* **Problem requirements**: Read the data below line by line and state how many lines hold "each". Nothing else belongs in the answer.

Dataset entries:
^^^^^^^^^^^^^^^^
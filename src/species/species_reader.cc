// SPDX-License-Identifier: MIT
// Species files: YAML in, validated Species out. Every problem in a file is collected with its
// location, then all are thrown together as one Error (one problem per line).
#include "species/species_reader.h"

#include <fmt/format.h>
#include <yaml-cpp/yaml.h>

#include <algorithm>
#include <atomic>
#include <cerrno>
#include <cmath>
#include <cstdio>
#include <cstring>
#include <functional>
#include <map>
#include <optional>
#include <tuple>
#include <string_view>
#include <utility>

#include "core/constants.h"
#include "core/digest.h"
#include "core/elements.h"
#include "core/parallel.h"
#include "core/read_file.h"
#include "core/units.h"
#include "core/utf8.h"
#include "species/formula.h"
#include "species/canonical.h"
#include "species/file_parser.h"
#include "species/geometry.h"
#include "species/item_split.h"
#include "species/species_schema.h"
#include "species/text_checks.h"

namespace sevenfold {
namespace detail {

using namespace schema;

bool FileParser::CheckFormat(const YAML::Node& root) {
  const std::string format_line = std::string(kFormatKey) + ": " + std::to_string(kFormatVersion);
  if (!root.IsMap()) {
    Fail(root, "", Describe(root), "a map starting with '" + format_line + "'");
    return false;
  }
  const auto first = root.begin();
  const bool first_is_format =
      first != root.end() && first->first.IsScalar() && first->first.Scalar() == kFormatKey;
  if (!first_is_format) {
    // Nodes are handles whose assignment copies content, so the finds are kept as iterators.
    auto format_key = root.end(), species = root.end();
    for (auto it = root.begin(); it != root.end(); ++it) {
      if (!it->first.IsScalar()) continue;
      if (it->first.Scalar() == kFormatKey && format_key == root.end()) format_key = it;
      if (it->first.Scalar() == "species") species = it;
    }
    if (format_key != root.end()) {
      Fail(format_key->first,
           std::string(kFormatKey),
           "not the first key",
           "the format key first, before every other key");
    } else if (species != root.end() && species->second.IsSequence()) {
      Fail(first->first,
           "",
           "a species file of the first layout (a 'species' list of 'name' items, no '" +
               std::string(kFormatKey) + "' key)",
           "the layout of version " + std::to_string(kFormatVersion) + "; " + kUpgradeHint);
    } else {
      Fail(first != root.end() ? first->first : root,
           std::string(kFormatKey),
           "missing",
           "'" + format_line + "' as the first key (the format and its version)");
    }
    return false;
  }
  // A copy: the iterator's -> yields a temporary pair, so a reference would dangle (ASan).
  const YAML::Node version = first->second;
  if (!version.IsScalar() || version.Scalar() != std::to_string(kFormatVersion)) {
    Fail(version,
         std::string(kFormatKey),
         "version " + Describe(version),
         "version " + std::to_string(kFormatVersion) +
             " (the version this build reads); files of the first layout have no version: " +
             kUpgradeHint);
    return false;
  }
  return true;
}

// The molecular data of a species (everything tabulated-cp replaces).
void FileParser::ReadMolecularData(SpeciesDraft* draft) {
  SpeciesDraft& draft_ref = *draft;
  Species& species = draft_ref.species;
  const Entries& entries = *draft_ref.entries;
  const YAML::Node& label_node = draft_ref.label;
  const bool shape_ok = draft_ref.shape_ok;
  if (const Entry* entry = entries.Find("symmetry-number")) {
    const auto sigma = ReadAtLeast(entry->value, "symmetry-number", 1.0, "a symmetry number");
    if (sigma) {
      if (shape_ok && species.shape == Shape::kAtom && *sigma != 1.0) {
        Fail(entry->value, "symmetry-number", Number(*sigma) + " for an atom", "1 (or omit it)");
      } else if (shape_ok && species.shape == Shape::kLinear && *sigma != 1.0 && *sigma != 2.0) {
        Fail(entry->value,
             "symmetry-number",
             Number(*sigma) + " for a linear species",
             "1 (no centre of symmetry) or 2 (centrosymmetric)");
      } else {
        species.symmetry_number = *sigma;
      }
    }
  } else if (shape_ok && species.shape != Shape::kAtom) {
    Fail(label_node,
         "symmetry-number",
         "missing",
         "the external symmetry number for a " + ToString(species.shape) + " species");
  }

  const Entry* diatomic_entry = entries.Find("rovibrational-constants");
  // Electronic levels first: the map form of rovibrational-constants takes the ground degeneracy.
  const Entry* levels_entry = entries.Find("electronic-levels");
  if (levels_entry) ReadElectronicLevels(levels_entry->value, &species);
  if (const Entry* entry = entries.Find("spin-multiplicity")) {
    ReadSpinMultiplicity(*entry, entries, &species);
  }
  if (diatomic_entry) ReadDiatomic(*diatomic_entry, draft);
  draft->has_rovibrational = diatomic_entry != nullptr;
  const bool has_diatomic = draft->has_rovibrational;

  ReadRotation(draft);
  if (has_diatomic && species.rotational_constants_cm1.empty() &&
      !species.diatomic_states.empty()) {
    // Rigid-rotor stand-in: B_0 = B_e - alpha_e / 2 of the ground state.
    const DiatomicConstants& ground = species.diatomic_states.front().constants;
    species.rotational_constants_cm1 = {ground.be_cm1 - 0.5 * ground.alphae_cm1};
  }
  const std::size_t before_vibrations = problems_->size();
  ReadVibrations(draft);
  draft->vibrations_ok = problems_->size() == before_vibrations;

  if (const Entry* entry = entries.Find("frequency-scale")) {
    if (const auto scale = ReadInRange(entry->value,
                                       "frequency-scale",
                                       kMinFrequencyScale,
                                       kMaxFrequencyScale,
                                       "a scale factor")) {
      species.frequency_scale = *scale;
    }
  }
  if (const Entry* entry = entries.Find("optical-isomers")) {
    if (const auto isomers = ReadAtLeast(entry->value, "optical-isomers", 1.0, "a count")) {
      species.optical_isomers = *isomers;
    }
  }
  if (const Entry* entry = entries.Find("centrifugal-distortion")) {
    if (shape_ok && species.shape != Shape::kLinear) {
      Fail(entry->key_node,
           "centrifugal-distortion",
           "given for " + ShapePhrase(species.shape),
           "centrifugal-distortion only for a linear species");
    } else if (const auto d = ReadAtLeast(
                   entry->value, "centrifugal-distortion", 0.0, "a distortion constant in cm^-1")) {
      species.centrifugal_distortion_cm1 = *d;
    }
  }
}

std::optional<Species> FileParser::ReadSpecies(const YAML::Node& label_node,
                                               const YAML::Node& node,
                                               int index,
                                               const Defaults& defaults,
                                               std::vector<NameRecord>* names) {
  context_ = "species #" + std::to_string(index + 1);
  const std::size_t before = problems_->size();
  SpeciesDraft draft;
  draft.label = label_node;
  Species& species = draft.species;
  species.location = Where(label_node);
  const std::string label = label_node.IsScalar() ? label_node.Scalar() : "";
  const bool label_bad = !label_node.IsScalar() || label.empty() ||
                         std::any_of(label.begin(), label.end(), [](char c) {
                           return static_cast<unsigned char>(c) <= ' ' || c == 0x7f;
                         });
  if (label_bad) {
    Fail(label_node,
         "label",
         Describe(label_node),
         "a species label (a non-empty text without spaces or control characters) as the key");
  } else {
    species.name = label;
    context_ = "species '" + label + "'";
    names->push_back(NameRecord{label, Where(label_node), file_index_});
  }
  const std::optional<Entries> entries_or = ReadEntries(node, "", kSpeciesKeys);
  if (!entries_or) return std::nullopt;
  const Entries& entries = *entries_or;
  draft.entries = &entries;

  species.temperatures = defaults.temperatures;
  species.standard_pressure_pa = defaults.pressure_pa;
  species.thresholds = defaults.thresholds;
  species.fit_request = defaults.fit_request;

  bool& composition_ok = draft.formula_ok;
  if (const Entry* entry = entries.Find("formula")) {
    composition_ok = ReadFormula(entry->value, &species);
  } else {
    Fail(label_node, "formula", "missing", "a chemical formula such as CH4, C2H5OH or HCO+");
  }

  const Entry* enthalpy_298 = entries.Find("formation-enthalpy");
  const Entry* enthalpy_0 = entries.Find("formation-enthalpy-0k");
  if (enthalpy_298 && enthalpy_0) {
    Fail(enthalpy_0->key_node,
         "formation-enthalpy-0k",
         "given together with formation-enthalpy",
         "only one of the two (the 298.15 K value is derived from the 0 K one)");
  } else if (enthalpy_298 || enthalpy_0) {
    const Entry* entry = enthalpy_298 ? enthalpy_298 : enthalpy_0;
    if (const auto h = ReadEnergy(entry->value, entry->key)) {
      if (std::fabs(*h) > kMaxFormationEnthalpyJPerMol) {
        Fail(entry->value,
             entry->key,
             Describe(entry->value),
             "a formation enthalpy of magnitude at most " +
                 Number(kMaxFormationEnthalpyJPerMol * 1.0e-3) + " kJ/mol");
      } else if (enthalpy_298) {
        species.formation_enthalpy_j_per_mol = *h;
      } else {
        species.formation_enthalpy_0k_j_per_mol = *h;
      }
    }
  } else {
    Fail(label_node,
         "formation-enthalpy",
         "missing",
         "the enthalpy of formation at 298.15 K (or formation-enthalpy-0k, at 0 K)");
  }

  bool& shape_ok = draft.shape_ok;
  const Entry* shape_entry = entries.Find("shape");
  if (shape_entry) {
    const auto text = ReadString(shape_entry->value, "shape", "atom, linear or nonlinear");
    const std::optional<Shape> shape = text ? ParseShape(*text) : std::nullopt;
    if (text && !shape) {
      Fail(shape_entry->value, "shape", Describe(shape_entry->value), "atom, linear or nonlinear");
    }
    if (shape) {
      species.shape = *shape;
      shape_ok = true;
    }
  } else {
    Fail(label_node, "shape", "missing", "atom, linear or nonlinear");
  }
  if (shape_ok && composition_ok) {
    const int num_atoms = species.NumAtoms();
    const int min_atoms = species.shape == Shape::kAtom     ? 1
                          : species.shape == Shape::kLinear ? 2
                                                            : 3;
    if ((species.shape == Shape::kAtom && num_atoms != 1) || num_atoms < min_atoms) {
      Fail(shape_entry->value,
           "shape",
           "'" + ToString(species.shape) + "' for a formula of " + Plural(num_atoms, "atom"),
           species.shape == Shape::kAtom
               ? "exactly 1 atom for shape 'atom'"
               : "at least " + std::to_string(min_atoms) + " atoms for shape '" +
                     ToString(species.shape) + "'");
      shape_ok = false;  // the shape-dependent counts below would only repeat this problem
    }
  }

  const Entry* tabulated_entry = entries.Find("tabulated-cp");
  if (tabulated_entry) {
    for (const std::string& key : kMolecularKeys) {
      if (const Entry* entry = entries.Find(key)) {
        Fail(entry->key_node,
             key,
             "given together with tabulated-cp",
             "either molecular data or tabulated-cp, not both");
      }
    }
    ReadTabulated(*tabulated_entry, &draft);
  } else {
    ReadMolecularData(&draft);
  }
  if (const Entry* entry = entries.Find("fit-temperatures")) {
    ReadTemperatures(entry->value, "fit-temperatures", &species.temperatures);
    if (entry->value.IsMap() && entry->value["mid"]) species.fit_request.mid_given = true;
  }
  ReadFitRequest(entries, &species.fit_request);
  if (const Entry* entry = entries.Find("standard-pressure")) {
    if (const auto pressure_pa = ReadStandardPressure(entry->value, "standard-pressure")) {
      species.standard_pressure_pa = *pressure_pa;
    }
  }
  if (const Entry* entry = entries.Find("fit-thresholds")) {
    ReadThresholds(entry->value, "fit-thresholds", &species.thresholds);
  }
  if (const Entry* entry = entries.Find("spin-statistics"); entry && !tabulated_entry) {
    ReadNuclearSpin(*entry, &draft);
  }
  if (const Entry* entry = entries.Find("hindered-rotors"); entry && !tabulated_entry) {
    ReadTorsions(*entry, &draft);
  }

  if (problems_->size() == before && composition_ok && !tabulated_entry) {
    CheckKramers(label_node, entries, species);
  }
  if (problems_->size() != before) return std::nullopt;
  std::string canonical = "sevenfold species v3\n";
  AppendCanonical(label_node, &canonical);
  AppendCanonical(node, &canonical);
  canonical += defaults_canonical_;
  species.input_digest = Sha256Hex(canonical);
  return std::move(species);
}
^^^^^^^^^^^^^^^^
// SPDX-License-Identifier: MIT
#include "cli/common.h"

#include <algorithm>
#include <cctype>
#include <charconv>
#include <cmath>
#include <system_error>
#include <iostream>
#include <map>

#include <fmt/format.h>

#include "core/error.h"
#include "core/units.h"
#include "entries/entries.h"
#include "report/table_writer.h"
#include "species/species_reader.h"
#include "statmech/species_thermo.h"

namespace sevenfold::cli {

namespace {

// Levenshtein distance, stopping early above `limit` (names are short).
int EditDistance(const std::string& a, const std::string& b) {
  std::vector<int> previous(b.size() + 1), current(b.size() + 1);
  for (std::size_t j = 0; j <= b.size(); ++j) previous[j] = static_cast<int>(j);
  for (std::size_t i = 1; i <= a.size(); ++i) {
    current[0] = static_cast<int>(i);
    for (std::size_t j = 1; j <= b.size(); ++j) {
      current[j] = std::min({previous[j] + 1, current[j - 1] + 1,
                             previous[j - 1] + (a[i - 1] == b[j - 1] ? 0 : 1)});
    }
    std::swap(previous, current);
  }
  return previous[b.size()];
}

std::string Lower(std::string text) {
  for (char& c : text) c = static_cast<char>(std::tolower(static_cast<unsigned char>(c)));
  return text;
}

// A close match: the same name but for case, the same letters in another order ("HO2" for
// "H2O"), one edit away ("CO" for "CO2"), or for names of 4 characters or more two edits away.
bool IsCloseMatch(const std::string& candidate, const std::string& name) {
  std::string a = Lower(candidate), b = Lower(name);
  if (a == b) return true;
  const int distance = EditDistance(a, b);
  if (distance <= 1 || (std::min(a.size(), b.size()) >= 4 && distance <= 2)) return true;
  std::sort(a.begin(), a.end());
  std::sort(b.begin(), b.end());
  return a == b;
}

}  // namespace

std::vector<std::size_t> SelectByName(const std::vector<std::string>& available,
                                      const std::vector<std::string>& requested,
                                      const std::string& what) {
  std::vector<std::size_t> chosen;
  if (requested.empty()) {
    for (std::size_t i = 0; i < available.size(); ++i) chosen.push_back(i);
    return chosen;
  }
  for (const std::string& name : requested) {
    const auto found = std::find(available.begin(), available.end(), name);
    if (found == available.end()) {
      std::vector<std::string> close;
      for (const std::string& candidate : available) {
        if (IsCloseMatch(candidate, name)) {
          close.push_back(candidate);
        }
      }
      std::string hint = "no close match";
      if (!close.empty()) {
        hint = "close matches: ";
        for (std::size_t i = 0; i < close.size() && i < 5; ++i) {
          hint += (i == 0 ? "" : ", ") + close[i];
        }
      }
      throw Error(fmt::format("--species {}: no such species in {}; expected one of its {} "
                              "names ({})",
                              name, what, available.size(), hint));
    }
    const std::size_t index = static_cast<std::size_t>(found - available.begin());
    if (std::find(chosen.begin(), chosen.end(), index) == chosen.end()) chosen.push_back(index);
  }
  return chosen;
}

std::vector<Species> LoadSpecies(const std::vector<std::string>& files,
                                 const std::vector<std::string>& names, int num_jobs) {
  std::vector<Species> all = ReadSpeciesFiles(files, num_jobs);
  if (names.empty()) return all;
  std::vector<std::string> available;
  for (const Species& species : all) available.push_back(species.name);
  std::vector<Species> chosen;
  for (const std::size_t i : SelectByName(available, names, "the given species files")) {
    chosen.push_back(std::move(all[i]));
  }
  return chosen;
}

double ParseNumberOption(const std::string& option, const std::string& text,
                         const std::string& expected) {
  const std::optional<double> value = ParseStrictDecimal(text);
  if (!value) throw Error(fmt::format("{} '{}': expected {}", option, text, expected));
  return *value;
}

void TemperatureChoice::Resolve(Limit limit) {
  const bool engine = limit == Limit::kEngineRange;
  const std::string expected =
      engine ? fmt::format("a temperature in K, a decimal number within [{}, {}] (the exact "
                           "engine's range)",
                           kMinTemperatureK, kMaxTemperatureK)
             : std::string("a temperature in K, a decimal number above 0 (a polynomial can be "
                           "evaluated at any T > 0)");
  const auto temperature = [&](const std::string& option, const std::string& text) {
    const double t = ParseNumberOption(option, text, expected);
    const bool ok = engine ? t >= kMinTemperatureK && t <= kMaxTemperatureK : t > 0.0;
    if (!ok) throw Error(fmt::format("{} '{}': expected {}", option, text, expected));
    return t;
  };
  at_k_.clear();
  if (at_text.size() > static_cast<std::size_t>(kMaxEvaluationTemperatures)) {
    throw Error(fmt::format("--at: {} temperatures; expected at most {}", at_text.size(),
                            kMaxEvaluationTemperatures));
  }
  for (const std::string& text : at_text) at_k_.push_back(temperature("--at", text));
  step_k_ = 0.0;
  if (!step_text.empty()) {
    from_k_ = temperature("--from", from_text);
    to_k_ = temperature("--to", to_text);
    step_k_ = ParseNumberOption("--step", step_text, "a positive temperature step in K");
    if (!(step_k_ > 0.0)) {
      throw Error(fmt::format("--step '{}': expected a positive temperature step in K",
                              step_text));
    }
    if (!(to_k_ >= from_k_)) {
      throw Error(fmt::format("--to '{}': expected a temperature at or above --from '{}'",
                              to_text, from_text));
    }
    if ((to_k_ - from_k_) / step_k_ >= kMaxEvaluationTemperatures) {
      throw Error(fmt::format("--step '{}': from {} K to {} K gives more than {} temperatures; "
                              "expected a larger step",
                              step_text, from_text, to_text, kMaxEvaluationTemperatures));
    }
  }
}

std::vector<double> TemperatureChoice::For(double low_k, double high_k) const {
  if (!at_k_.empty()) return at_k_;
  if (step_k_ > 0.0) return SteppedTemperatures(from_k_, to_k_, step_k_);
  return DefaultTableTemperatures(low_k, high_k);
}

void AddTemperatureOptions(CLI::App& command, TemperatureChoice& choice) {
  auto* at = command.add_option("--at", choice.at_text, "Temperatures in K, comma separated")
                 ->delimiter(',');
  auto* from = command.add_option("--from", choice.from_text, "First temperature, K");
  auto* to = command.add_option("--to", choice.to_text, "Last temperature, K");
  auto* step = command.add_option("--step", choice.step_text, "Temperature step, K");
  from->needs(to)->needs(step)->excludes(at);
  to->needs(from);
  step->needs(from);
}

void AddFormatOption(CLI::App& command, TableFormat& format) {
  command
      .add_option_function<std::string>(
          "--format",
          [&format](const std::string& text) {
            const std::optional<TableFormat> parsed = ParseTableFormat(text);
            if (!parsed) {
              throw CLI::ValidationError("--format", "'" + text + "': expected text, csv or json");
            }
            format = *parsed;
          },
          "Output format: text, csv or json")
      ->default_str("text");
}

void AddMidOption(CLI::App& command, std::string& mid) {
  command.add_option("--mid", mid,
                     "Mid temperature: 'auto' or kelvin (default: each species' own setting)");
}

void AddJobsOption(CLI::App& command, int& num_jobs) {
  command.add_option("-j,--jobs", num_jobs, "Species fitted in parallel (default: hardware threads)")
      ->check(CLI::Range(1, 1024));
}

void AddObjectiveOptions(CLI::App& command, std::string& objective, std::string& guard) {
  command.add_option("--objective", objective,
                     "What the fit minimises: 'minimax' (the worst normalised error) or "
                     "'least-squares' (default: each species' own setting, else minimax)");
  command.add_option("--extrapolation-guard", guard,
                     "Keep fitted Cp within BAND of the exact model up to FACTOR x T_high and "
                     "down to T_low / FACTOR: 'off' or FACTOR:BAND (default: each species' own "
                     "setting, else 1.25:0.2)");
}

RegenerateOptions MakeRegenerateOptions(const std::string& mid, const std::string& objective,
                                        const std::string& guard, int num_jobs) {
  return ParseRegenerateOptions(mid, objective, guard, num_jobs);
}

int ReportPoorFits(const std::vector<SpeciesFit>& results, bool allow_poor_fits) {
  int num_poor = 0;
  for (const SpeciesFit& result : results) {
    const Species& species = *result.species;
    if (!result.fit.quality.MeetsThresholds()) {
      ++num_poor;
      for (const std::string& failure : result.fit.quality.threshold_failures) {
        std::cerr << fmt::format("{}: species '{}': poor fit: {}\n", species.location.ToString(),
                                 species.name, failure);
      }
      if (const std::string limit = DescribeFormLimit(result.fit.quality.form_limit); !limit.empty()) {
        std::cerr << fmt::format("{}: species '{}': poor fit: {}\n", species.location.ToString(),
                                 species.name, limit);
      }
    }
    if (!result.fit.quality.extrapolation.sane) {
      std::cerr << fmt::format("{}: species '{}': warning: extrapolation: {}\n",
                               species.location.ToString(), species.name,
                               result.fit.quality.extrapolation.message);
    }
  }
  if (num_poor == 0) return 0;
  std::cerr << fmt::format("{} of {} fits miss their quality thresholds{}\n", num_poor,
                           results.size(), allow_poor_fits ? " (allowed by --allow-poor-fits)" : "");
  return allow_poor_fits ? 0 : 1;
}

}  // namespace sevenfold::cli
^^^^^^^^^^^^^^^^
* **Output**: 3